Extracted data entries:
◆ ◆ ◆ ◆ ◆ ◆ ◆

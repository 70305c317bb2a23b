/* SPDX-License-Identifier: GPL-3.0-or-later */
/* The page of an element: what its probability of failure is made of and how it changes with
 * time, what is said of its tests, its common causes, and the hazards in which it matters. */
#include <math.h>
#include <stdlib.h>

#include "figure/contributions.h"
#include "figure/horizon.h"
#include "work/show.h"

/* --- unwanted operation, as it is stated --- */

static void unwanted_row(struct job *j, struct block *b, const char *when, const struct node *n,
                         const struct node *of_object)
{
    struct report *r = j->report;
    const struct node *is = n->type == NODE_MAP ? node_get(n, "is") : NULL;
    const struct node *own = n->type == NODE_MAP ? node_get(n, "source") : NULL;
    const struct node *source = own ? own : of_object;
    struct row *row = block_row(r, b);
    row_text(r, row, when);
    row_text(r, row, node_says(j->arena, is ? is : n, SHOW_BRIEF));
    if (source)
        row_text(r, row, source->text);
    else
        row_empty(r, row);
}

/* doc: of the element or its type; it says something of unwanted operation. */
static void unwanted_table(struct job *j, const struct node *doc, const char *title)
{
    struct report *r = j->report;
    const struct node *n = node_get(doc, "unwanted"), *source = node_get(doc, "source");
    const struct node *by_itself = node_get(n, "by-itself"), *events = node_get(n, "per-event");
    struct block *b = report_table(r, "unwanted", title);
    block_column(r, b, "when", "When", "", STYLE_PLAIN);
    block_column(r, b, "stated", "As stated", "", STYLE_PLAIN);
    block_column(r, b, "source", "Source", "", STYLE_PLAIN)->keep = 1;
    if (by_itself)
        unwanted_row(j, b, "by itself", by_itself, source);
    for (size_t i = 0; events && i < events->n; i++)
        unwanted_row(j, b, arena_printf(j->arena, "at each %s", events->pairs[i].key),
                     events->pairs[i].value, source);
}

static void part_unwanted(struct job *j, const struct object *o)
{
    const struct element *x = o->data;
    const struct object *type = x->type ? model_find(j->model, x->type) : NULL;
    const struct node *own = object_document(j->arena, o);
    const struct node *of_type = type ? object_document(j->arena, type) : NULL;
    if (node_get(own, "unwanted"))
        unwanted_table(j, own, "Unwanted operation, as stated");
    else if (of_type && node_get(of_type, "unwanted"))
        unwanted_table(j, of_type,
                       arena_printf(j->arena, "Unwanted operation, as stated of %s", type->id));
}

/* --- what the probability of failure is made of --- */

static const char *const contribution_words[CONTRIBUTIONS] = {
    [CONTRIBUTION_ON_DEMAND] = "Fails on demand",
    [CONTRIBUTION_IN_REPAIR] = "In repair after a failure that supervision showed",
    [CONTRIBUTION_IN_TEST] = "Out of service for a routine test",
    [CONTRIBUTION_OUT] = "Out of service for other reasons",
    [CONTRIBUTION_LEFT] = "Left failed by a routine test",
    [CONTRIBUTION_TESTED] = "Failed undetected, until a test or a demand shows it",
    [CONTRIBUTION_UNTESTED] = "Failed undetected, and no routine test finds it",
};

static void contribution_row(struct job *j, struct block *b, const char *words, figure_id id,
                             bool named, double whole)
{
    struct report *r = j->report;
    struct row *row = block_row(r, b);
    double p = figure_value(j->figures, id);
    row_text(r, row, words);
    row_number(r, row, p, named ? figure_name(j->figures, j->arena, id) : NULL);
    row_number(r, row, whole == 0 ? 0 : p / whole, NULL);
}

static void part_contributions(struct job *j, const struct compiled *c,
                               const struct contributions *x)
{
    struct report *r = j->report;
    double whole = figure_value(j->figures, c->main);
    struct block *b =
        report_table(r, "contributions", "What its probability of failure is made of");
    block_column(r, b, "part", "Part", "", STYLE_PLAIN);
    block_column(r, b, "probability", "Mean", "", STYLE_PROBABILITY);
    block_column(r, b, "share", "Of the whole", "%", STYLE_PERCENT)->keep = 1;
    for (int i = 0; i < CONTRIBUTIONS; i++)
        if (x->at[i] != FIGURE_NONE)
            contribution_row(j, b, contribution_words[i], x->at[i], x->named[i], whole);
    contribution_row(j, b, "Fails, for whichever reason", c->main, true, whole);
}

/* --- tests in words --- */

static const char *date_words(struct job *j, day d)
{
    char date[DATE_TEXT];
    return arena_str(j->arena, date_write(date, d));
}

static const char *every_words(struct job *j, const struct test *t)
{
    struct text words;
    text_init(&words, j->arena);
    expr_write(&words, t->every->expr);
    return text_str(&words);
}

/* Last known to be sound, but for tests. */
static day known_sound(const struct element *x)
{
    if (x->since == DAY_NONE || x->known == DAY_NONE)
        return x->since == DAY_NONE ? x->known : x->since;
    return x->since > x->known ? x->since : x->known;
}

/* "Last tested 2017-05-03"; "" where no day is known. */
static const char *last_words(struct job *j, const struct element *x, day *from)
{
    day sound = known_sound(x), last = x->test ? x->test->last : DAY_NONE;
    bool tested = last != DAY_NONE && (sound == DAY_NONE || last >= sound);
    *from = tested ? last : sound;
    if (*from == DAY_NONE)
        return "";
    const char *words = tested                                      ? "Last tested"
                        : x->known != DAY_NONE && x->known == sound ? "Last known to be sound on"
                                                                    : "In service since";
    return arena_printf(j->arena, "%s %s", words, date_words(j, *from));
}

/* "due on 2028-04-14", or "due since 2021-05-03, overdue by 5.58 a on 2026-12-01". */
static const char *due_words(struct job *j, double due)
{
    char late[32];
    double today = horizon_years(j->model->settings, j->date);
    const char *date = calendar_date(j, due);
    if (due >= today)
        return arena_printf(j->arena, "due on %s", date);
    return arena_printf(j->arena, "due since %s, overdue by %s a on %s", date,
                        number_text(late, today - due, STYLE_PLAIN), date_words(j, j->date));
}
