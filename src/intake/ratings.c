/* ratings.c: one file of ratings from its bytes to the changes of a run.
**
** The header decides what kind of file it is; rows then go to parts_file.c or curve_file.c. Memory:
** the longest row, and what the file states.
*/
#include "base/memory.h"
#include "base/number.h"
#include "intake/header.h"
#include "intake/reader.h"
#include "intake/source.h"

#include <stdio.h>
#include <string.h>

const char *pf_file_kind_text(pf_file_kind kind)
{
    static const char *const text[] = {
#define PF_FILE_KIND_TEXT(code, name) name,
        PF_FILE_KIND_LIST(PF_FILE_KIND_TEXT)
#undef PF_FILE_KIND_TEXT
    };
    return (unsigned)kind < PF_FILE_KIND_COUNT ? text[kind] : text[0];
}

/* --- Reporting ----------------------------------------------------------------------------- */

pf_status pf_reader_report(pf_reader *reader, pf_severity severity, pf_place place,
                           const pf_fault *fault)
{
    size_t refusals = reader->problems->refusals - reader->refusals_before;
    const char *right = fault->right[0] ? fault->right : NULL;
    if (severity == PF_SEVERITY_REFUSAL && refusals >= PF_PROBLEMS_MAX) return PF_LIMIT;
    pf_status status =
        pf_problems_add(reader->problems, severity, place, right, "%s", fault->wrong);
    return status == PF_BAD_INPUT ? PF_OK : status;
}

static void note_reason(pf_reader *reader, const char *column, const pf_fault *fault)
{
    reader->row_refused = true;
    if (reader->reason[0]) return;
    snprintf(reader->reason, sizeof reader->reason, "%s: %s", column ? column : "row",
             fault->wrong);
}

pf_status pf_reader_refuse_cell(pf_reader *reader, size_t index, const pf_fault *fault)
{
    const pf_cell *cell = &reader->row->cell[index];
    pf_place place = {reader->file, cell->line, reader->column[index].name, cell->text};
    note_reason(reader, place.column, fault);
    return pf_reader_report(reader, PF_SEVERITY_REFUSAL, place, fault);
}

◆ ◆ ◆ ◆ ◆ ◆ ◆

## Problem to work on
The records above are to be written out again word for word.

## Response to this exercise
repository 70305c317bb2a23b
/* SPDX-License-Identifier: GPL-3.0-or-later */
/* The page of an element: what its probability of failure is made of and how it changes with
 * time, what is said of its tests, its common causes, and the hazards in which it matters. */
#include <math.h>
#include <stdlib.h>

#include "figure/contributions.h"
#include "figure/horizon.h"
#include "work/show.h"

/* --- unwanted operation, as it is stated --- */

static void unwanted_row(struct job *j, struct block *b, const char *when, const struct node *n,
                         const struct node *of_object)
{
    struct report *r = j->report;
    const struct node *is = n->type == NODE_MAP ? node_get(n, "is") : NULL;
    const struct node *own = n->type == NODE_MAP ? node_get(n, "source") : NULL;
    const struct node *source = own ? own : of_object;
    struct row *row = block_row(r, b);
    row_text(r, row, when);
    row_text(r, row, node_says(j->arena, is ? is : n, SHOW_BRIEF));
    if (source)
        row_text(r, row, source->text);
    else
        row_empty(r, row);
}

/* doc: of the element or its type; it says something of unwanted operation. */
static void unwanted_table(struct job *j, const struct node *doc, const char *title)
{
    struct report *r = j->report;
    const struct node *n = node_get(doc, "unwanted"), *source = node_get(doc, "source");
    const struct node *by_itself = node_get(n, "by-itself"), *events = node_get(n, "per-event");
    struct block *b = report_table(r, "unwanted", title);
    block_column(r, b, "when", "When", "", STYLE_PLAIN);
    block_column(r, b, "stated", "As stated", "", STYLE_PLAIN);
    block_column(r, b, "source", "Source", "", STYLE_PLAIN)->keep = 1;
    if (by_itself)
        unwanted_row(j, b, "by itself", by_itself, source);
    for (size_t i = 0; events && i < events->n; i++)
        unwanted_row(j, b, arena_printf(j->arena, "at each %s", events->pairs[i].key),
                     events->pairs[i].value, source);
}

static void part_unwanted(struct job *j, const struct object *o)
{
    const struct element *x = o->data;
    const struct object *type = x->type ? model_find(j->model, x->type) : NULL;
    const struct node *own = object_document(j->arena, o);
    const struct node *of_type = type ? object_document(j->arena, type) : NULL;
    if (node_get(own, "unwanted"))
        unwanted_table(j, own, "Unwanted operation, as stated");
    else if (of_type && node_get(of_type, "unwanted"))
        unwanted_table(j, of_type,
                       arena_printf(j->arena, "Unwanted operation, as stated of %s", type->id));
}

/* --- what the probability of failure is made of --- */

static const char *const contribution_words[CONTRIBUTIONS] = {
    [CONTRIBUTION_ON_DEMAND] = "Fails on demand",
    [CONTRIBUTION_IN_REPAIR] = "In repair after a failure that supervision showed",
    [CONTRIBUTION_IN_TEST] = "Out of service for a routine test",
    [CONTRIBUTION_OUT] = "Out of service for other reasons",
    [CONTRIBUTION_LEFT] = "Left failed by a routine test",
    [CONTRIBUTION_TESTED] = "Failed undetected, until a test or a demand shows it",
    [CONTRIBUTION_UNTESTED] = "Failed undetected, and no routine test finds it",
};

static void contribution_row(struct job *j, struct block *b, const char *words, figure_id id,
                             bool named, double whole)
{
    struct report *r = j->report;
    struct row *row = block_row(r, b);
    double p = figure_value(j->figures, id);
    row_text(r, row, words);
    row_number(r, row, p, named ? figure_name(j->figures, j->arena, id) : NULL);
    row_number(r, row, whole == 0 ? 0 : p / whole, NULL);
}

static void part_contributions(struct job *j, const struct compiled *c,
                               const struct contributions *x)
{
    struct report *r = j->report;
    double whole = figure_value(j->figures, c->main);
    struct block *b =
        report_table(r, "contributions", "What its probability of failure is made of");
    block_column(r, b, "part", "Part", "", STYLE_PLAIN);
    block_column(r, b, "probability", "Mean", "", STYLE_PROBABILITY);
    block_column(r, b, "share", "Of the whole", "%", STYLE_PERCENT)->keep = 1;
    for (int i = 0; i < CONTRIBUTIONS; i++)
        if (x->at[i] != FIGURE_NONE)
            contribution_row(j, b, contribution_words[i], x->at[i], x->named[i], whole);
    contribution_row(j, b, "Fails, for whichever reason", c->main, true, whole);
}

/* --- tests in words --- */

static const char *date_words(struct job *j, day d)
{
    char date[DATE_TEXT];
    return arena_str(j->arena, date_write(date, d));
}

static const char *every_words(struct job *j, const struct test *t)
{
    struct text words;
    text_init(&words, j->arena);
    expr_write(&words, t->every->expr);
    return text_str(&words);
}

/* Last known to be sound, but for tests. */
static day known_sound(const struct element *x)
{
    if (x->since == DAY_NONE || x->known == DAY_NONE)
        return x->since == DAY_NONE ? x->known : x->since;
    return x->since > x->known ? x->since : x->known;
}

/* "Last tested 2017-05-03"; "" where no day is known. */
static const char *last_words(struct job *j, const struct element *x, day *from)
{
    day sound = known_sound(x), last = x->test ? x->test->last : DAY_NONE;
    bool tested = last != DAY_NONE && (sound == DAY_NONE || last >= sound);
    *from = tested ? last : sound;
    if (*from == DAY_NONE)
        return "";
    const char *words = tested                                      ? "Last tested"
                        : x->known != DAY_NONE && x->known == sound ? "Last known to be sound on"
                                                                    : "In service since";
    return arena_printf(j->arena, "%s %s", words, date_words(j, *from));
}

/* "due on 2028-04-14", or "due since 2021-05-03, overdue by 5.58 a on 2026-12-01". */
static const char *due_words(struct job *j, double due)
{
    char late[32];
    double today = horizon_years(j->model->settings, j->date);
    const char *date = calendar_date(j, due);
    if (due >= today)
        return arena_printf(j->arena, "due on %s", date);
    return arena_printf(j->arena, "due since %s, overdue by %s a on %s", date,
                        number_text(late, today - due, STYLE_PLAIN), date_words(j, j->date));
}
filename src/intake/ratings.c
/* ratings.c: one file of ratings from its bytes to the changes of a run.
**
** The header decides what kind of file it is; rows then go to parts_file.c or curve_file.c. Memory:
** the longest row, and what the file states.
*/
#include "base/memory.h"
#include "base/number.h"
#include "intake/header.h"
#include "intake/reader.h"
#include "intake/source.h"

#include <stdio.h>
#include <string.h>

const char *pf_file_kind_text(pf_file_kind kind)
{
    static const char *const text[] = {
#define PF_FILE_KIND_TEXT(code, name) name,
        PF_FILE_KIND_LIST(PF_FILE_KIND_TEXT)
#undef PF_FILE_KIND_TEXT
    };
    return (unsigned)kind < PF_FILE_KIND_COUNT ? text[kind] : text[0];
}

/* --- Reporting ----------------------------------------------------------------------------- */

pf_status pf_reader_report(pf_reader *reader, pf_severity severity, pf_place place,
                           const pf_fault *fault)
{
    size_t refusals = reader->problems->refusals - reader->refusals_before;
    const char *right = fault->right[0] ? fault->right : NULL;
    if (severity == PF_SEVERITY_REFUSAL && refusals >= PF_PROBLEMS_MAX) return PF_LIMIT;
    pf_status status =
        pf_problems_add(reader->problems, severity, place, right, "%s", fault->wrong);
    return status == PF_BAD_INPUT ? PF_OK : status;
}

static void note_reason(pf_reader *reader, const char *column, const pf_fault *fault)
{
    reader->row_refused = true;
    if (reader->reason[0]) return;
    snprintf(reader->reason, sizeof reader->reason, "%s: %s", column ? column : "row",
             fault->wrong);
}

pf_status pf_reader_refuse_cell(pf_reader *reader, size_t index, const pf_fault *fault)
{
    const pf_cell *cell = &reader->row->cell[index];
    pf_place place = {reader->file, cell->line, reader->column[index].name, cell->text};
    note_reason(reader, place.column, fault);
    return pf_reader_report(reader, PF_SEVERITY_REFUSAL, place, fault);
}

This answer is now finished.